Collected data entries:
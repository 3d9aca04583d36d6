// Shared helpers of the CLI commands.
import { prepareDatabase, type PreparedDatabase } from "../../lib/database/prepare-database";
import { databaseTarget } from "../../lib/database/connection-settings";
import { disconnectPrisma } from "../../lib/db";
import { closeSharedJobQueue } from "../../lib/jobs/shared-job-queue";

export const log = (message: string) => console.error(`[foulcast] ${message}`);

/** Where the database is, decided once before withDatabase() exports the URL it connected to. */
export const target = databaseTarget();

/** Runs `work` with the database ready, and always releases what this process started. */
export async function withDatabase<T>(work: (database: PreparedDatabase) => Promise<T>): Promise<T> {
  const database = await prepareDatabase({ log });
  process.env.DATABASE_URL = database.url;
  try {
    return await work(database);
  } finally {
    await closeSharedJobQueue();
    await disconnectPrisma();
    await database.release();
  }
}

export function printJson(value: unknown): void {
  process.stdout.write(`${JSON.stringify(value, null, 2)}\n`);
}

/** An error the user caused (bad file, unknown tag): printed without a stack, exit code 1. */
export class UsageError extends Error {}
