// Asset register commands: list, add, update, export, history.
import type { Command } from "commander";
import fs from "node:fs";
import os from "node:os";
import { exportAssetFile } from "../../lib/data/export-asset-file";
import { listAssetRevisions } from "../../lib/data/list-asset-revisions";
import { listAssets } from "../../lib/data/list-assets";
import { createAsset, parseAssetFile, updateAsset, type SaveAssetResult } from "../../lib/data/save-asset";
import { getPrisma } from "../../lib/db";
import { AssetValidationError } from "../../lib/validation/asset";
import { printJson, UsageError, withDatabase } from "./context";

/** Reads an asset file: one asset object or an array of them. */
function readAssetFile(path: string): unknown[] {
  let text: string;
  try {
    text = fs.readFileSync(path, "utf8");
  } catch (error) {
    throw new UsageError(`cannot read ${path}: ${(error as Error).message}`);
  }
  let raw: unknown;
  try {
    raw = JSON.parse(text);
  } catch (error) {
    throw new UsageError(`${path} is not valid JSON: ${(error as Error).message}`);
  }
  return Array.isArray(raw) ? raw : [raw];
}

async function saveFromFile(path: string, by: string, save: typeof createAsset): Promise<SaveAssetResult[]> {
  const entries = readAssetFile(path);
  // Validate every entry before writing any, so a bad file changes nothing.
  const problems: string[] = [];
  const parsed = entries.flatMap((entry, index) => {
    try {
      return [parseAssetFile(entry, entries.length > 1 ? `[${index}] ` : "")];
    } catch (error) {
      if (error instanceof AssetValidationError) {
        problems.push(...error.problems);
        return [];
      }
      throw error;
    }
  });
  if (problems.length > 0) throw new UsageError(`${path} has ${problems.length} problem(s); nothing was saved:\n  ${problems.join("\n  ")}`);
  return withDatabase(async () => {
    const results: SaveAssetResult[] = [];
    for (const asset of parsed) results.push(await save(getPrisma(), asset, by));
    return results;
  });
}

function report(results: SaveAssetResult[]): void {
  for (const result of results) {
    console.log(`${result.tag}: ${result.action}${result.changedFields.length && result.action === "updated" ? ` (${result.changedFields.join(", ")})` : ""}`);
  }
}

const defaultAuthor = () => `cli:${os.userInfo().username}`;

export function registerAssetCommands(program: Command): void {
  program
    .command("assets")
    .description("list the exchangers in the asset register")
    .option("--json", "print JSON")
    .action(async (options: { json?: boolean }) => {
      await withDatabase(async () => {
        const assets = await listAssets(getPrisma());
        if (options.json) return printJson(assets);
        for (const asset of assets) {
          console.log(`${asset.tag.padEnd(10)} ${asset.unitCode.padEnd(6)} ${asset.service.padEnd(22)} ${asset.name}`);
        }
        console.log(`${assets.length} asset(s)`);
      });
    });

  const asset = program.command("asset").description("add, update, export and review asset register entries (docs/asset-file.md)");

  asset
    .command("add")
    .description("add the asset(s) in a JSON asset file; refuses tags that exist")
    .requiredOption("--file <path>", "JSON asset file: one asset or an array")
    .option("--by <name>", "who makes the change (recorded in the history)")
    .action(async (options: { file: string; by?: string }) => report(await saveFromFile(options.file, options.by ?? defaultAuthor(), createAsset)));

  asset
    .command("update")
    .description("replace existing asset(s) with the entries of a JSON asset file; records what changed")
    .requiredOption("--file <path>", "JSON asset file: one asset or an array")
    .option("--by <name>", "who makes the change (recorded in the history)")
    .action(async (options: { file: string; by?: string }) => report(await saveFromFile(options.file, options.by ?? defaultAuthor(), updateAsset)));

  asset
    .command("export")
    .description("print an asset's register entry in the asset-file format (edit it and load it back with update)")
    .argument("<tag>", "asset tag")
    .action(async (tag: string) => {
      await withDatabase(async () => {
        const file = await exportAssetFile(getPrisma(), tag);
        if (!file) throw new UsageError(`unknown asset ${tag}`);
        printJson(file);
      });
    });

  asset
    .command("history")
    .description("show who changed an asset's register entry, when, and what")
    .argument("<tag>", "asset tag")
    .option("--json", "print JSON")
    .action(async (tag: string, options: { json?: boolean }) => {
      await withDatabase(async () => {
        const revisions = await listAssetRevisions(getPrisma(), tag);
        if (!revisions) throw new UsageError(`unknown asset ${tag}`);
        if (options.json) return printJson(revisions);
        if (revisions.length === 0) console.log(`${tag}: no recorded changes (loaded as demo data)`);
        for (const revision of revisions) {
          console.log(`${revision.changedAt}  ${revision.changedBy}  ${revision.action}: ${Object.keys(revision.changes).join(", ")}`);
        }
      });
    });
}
* * *
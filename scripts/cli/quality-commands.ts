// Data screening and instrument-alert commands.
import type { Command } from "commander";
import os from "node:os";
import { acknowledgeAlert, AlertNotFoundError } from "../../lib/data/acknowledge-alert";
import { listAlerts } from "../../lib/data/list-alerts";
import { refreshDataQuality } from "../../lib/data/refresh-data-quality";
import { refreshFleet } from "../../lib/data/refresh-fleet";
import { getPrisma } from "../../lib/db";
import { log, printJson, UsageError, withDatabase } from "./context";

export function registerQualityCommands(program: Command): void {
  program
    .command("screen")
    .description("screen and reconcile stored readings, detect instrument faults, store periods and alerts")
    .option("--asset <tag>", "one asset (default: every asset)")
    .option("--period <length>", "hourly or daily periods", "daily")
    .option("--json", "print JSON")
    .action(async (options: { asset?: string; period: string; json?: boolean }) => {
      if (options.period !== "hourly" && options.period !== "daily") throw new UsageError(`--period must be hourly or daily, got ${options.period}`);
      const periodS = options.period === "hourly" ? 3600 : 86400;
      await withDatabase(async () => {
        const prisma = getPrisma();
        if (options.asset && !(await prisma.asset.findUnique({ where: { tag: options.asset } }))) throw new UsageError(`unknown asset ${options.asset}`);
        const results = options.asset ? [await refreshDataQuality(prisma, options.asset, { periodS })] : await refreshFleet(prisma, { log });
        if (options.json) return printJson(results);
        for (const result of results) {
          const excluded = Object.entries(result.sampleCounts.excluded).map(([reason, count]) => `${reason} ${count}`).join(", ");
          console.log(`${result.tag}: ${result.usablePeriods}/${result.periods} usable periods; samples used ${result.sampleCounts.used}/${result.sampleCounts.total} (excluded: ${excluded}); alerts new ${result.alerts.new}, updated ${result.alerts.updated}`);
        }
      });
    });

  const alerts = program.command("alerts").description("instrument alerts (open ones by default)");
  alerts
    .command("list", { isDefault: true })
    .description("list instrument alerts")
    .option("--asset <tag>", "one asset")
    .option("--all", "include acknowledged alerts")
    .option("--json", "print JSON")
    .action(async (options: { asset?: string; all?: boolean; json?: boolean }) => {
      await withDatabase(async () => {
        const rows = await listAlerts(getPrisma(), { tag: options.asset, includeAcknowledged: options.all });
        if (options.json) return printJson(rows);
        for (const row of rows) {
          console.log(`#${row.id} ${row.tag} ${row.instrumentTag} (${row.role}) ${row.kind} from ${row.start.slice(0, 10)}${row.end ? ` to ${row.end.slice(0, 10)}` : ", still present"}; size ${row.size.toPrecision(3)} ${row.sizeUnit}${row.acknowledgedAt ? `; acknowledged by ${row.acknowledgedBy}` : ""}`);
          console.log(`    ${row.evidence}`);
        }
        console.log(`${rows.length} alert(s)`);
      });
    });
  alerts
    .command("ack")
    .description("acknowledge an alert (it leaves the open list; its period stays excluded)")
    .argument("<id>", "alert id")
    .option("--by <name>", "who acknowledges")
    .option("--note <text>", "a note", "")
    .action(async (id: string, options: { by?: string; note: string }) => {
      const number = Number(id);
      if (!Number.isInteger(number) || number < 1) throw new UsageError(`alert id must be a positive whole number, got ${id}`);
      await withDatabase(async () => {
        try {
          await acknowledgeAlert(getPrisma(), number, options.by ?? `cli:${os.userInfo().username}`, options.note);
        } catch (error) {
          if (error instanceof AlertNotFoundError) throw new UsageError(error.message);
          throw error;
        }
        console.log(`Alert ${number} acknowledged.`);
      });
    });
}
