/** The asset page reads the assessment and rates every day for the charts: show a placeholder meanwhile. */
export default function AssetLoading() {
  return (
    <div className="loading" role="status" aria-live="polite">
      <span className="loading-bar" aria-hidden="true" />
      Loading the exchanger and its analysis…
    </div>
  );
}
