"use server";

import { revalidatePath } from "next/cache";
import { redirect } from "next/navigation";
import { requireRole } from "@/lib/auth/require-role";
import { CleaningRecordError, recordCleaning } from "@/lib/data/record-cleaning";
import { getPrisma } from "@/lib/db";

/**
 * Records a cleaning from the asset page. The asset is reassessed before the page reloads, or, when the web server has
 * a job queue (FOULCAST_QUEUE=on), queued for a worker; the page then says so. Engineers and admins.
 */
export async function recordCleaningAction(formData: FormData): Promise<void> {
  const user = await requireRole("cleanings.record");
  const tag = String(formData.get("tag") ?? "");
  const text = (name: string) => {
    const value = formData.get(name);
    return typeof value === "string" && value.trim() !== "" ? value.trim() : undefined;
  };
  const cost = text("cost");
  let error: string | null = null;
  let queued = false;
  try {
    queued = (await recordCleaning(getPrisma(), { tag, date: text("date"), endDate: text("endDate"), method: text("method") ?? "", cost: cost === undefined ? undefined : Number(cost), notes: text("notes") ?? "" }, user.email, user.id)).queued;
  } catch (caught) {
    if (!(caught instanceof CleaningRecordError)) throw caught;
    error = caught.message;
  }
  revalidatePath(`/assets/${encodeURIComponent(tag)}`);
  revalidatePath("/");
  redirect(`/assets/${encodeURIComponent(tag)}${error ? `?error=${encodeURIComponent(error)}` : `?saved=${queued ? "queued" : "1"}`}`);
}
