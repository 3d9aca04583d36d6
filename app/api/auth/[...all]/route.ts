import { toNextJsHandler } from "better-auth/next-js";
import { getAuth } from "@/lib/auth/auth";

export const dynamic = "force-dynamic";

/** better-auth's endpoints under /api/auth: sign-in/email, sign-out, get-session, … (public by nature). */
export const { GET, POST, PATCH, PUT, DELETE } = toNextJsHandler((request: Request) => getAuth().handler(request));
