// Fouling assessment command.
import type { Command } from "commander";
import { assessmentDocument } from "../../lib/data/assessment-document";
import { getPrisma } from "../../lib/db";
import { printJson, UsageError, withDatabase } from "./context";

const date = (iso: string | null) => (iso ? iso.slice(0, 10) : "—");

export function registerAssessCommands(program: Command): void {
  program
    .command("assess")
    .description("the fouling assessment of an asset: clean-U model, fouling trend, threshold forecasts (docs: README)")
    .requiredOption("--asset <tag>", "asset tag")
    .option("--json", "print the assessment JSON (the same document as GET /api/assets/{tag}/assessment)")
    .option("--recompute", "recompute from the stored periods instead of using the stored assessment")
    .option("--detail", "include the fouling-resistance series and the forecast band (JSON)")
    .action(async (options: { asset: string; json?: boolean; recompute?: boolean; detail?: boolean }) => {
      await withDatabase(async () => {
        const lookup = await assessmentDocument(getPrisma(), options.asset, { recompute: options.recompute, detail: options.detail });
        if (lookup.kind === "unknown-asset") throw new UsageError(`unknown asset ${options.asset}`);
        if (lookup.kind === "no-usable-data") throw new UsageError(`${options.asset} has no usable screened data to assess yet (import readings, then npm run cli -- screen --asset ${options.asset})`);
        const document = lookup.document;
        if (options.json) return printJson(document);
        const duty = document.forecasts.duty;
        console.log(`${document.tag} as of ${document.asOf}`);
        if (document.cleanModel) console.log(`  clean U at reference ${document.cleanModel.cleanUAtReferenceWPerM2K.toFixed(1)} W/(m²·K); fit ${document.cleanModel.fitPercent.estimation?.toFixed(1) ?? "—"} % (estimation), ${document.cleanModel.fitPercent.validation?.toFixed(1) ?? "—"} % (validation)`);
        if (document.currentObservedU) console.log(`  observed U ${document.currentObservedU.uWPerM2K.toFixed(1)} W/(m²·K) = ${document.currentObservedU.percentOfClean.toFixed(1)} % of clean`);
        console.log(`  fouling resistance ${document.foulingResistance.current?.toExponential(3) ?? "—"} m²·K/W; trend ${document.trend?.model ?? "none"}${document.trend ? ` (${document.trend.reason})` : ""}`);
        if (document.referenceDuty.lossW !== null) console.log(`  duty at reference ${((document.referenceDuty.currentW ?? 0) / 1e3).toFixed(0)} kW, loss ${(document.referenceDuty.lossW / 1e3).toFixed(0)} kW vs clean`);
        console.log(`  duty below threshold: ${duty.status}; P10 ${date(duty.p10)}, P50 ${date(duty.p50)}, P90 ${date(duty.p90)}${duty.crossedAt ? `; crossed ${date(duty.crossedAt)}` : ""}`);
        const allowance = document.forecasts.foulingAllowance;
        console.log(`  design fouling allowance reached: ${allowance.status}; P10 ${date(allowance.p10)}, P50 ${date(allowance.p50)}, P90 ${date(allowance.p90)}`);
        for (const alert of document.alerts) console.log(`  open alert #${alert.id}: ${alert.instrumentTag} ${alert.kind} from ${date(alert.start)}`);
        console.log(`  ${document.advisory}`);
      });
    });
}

- **WHAT YOU HAVE TO DO**: From the data above, return every line from the line that has "problems.push(...error.problems);" up to and including the line that has "if (options.json) return printJson(assets);", exactly.

- **SOLUTION FOR THIS PROBLEM**:
        problems.push(...error.problems);
        return [];
      }
      throw error;
    }
  });
  if (problems.length > 0) throw new UsageError(`${path} has ${problems.length} problem(s); nothing was saved:\n  ${problems.join("\n  ")}`);
  return withDatabase(async () => {
    const results: SaveAssetResult[] = [];
    for (const asset of parsed) results.push(await save(getPrisma(), asset, by));
    return results;
  });
}

function report(results: SaveAssetResult[]): void {
  for (const result of results) {
    console.log(`${result.tag}: ${result.action}${result.changedFields.length && result.action === "updated" ? ` (${result.changedFields.join(", ")})` : ""}`);
  }
}

const defaultAuthor = () => `cli:${os.userInfo().username}`;

export function registerAssetCommands(program: Command): void {
  program
    .command("assets")
    .description("list the exchangers in the asset register")
    .option("--json", "print JSON")
    .action(async (options: { json?: boolean }) => {
      await withDatabase(async () => {
        const assets = await listAssets(getPrisma());
        if (options.json) return printJson(assets);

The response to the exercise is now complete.